**Exercise goal:** The records that appear below are to be restated word for word.

☆ ☆ ☆ ☆ ☆

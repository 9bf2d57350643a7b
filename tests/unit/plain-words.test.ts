import { beforeAll, expect, test } from 'vitest';
import { z } from 'zod';
import { speakPlainly } from '#shared/schemas/plain-words.ts';

beforeAll(speakPlainly);

const faults: [string, z.ZodType, unknown, string][] = [
  ['a text too long', z.string().max(4000), 'x'.repeat(4001), 'Use at most 4000 characters.'],
  ['a text too short', z.string().min(3), 'x', 'Use at least 3 characters.'],
  ['an empty text', z.string().min(1), '', 'Fill this in.'],
  ['nothing at all', z.string(), undefined, 'Fill this in.'],
  ['a number too large', z.int().max(10), 11, 'Type 10 or less.'],
  ['a number too small', z.int().min(1), 0, 'Type 1 or more.'],
  ['words for a number', z.number(), 'ten', 'Type a number.'],
  ['no number', z.number(), null, 'Type a number.'],
  ['an empty number field', z.int(), Number.NaN, 'Type a number.'],
  ['a part of a number', z.int(), 1.5, 'Type a whole number.'],
  ['too many', z.array(z.string()).max(1), ['a', 'b'], 'Give at most 1.'],
  ['too few', z.array(z.string()).min(1), [], 'Give at least 1.'],
  ['none of the choices', z.enum(['a', 'b']), 'c', 'Choose one.'],
  ['a form that is wrong', z.iso.date(), 'tomorrow', 'This is not in the form it should have.'],
  ['something more', z.strictObject({}), { a: 1 }, 'There is something here that does not belong.'],
  ['another thing', z.string(), 5, 'This is not what belongs here.'],
  ['a schema’s own words', z.string().min(1, 'Name the option.'), '', 'Name the option.'],
];

test.each(faults)('%s', (_what, schema, value, words) => {
  expect(schema.safeParse(value).error?.issues.map((issue) => issue.message)).toEqual([words]);
});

☆ ☆ ☆ ☆ ☆

**Task solution:**
repository 9bf2d57350643a7b
filename tests/unit/plain-words.test.ts
import { beforeAll, expect, test } from 'vitest';
import { z } from 'zod';
import { speakPlainly } from '#shared/schemas/plain-words.ts';

beforeAll(speakPlainly);

const faults: [string, z.ZodType, unknown, string][] = [
  ['a text too long', z.string().max(4000), 'x'.repeat(4001), 'Use at most 4000 characters.'],
  ['a text too short', z.string().min(3), 'x', 'Use at least 3 characters.'],
  ['an empty text', z.string().min(1), '', 'Fill this in.'],
  ['nothing at all', z.string(), undefined, 'Fill this in.'],
  ['a number too large', z.int().max(10), 11, 'Type 10 or less.'],
  ['a number too small', z.int().min(1), 0, 'Type 1 or more.'],
  ['words for a number', z.number(), 'ten', 'Type a number.'],
  ['no number', z.number(), null, 'Type a number.'],
  ['an empty number field', z.int(), Number.NaN, 'Type a number.'],
  ['a part of a number', z.int(), 1.5, 'Type a whole number.'],
  ['too many', z.array(z.string()).max(1), ['a', 'b'], 'Give at most 1.'],
  ['too few', z.array(z.string()).min(1), [], 'Give at least 1.'],
  ['none of the choices', z.enum(['a', 'b']), 'c', 'Choose one.'],
  ['a form that is wrong', z.iso.date(), 'tomorrow', 'This is not in the form it should have.'],
  ['something more', z.strictObject({}), { a: 1 }, 'There is something here that does not belong.'],
  ['another thing', z.string(), 5, 'This is not what belongs here.'],
  ['a schema’s own words', z.string().min(1, 'Name the option.'), '', 'Name the option.'],
];

test.each(faults)('%s', (_what, schema, value, words) => {
  expect(schema.safeParse(value).error?.issues.map((issue) => issue.message)).toEqual([words]);
});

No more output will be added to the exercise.